Ik knik driftig. Komt me bekend voor.
‘Die kinderen worden daar natuurlijk weer heel vervelend van, want die willen niet dat hun moeder moe is. Die willen dat ze blij is, en vol energie. Nou, dat was Geraldine dus altijd. Die stond altijd te trappelen – het was net alsof Lucy haar die bijzondere energie gaf. Bovendien kwam ze haar altijd al heel vroeg ophalen. Meestal stond ze al tien minuten van tevoren bij de klas te springen. Dan gluurde ze door het raam, zwaaiend en knipogend als een verliefde puber, of zo. We maakten ons nog zorgen over wat er zou gebeuren als Lucy later het huis uit zou gaan. Je hebt van die moeders die daar helemaal aan onderdoor gaan.’
‘Maar dat kun je toch allemaal aan de politie vertellen,’ zeg ik. ‘Waarom denk je dat die niet naar jou willen luisteren? Het lijkt me dat je heel goed weet waar je het over hebt.’
Sian haalt haar schouders op. ‘Daar hebben ze ongetwijfeld zo hun redenen voor. En u gelooft toch ook niet echt dat ik hen op andere gedachten kan brengen, of wel?’ Ze kijkt op haar horloge. ‘Ik moet zo weer naar binnen.’

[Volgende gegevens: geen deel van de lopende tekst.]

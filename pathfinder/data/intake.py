"""Read a survey table and check it before any model sees it.

Two steps, each a plain function:

* :func:`read_table` reads a CSV or Parquet file into a data frame, exactly as
  written, and records what was read (:class:`TableInfo`, including the
  SHA-256 of the file so a result can be traced back to its input). The file
  is only ever opened for reading.
* :func:`prepare_survey` turns that frame into a :class:`Survey`: the
  response coded for its family, the predictors as numbers or categories,
  effort turned into an offset, and every row or column left out counted and
  explained.

Every problem a user can cause stops with one :class:`InputError` line that
says what is wrong, where, and what to do about it. Rows are data rows counted
from 1 below the header, as in the ``row`` column of the output tables
(folds.csv, sites.csv), and messages say so.
"""

from __future__ import annotations

import csv
import difflib
import hashlib
import io
import re
import warnings
from dataclasses import dataclass, replace
from pathlib import Path

import numpy as np
import pandas as pd

from pathfinder.core.families import FAMILIES, family_for_labels, family_for_values, get_family
from pathfinder.data.number_format import (
    MARK_NAMES,
    NumberStyle,
    column_marks,
    float_column_proves_point,
    read_grouped,
    settle_style,
)
from pathfinder.errors import InputError, setting

PARQUET_SUFFIXES = (".parquet", ".pq")
DELIMITERS = (",", ";", "\t", "|")
DELIMITER_NAMES = {",": "comma", ";": "semicolon", "\t": "tab", "|": "pipe"}
MIN_ROWS = 10

# Labels read as "present" (coded 1) or "absent" (coded 0) in a two-level response.
PRESENCE_WORDS = frozenset(
    {"1", "yes", "y", "true", "t", "present", "presence", "p", "detected",
     "found", "occupied", "used", "alive", "positive", "pos"}
)
ABSENCE_WORDS = frozenset(
    {"0", "no", "n", "false", "f", "absent", "absence", "a", "not detected",
     "undetected", "not found", "unoccupied", "unused", "dead", "negative", "neg"}
)

_COMMA_NUMBER = re.compile(r"^[+-]?(\d+,\d*|\d*,\d+)([eE][+-]?\d+)?$")
_WHOLE_NUMBER = re.compile(r"^[+-]?\d+$")


# ---------------------------------------------------------------------------
# Messages
# ---------------------------------------------------------------------------


ROW_CONVENTION = "(counted from 1 below the header)"


def _opt(name: str) -> str:
    """A setting named as the reader writes it: ``exclude`` in Python, ``--exclude`` on the command line."""
    return setting(name, "--" + name.replace("_", "-"))


def describe_rows(positions, limit: int = 5, convention: bool = True) -> str:
    """Name table rows (0-based positions) as data rows counted from 1 below the header.

    Position 0 is data row 1, as in the output tables. At most ``limit`` rows are
    listed; the rest are counted. The numbering convention is stated unless
    ``convention`` is False (when a message states it once for several lists).
    """
    positions = [int(p) for p in positions]
    shown = ", ".join(str(p + 1) for p in positions[:limit])
    more = len(positions) - limit
    if more > 0:
        shown += f" and {more} more"
    word = "data row" if len(positions) == 1 else "data rows"
    return f"{word} {shown} {ROW_CONVENTION}" if convention else f"{word} {shown}"


def describe_values(values, limit: int = 5) -> str:
    """Quote a few cell values for a message."""
    shown = []
    for value in list(values)[:limit]:
        if isinstance(value, (float, np.floating)):
            shown.append(f"{float(value):g}")
        elif isinstance(value, (int, np.integer)):
            shown.append(str(int(value)))
        else:
            shown.append(f"'{value}'")
    return ", ".join(shown)


def closest_name(name, available) -> str | None:
    """The column name most like ``name`` (same letters in another case first)."""
    available = [str(other) for other in available]
    same_letters = [other for other in available if other.lower() == str(name).lower()]
    if same_letters:
        return same_letters[0]
    close = difflib.get_close_matches(str(name), available, n=1, cutoff=0.6)
    return close[0] if close else None


def _unknown_names_error(unknown, available, where: str) -> InputError:
    """An error naming unknown column names, with the closest real names."""
    available = [str(name) for name in available]
    parts = []
    for name in unknown:
        close = closest_name(name, available)
        hint = f" (did you mean '{close}'?)" if close else ""
        parts.append(f"'{name}'{hint}")
    listed = ", ".join(available[:15]) + (", ..." if len(available) > 15 else "")
    word = "column" if len(parts) == 1 else "columns"
    return InputError(
        f"unknown {word} {', '.join(parts)} {where}; the table has: {listed}; "
        "check the spelling"
    )


# ---------------------------------------------------------------------------
# Reading a file
# ---------------------------------------------------------------------------


@dataclass(frozen=True)
class TableInfo:
    """What was read: enough to trace a result back to its input file."""

    path: str
    format: str  # "csv" or "parquet"
    sha256: str  # hex digest of the file bytes
    n_rows: int
    n_columns: int
    delimiter: str | None  # None for Parquet
    decimal: str | None  # None for Parquet
    notes: tuple[str, ...] = ()  # plain facts about the reading (detected delimiter, ...)
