"""Writing results: tables, the model file, the run record, and the output folder."""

‘De foto’s die Jenny Naismith nu heeft, die ik heb meegenomen, die kwamen bij Lucy thuis vandaan,’ flap ik er ineens uit, want ik wil niet dat ze nu al weggaat.
‘Wat? Hoe bedoelt u?’
Ik vertel Sian een gekuiste versie van het verhaal: van de man in het hotel die net deed alsof hij Mark Bretherick was, van mijn tripje naar Corn Mill House, en dat ik daar de lijstjes heb gevonden waar die twee foto’s onder die van Geraldine en Lucy waren verstopt. Ik hoop maar dat ze zich gevleid voelt dat ik haar zoveel vertel, en dat ze zich nu belangrijk voelt, zodat ze nog even wil blijven om met me te praten. Ik vertel er niet bij dat ik de foto’s heb gestolen. ‘Is de klas van Lucy op excursie geweest naar de uilen bij Silsford Castle?’ vraag ik. Het was nog helemaal niet bij me opgekomen om dat aan Jenny Naismith te vragen.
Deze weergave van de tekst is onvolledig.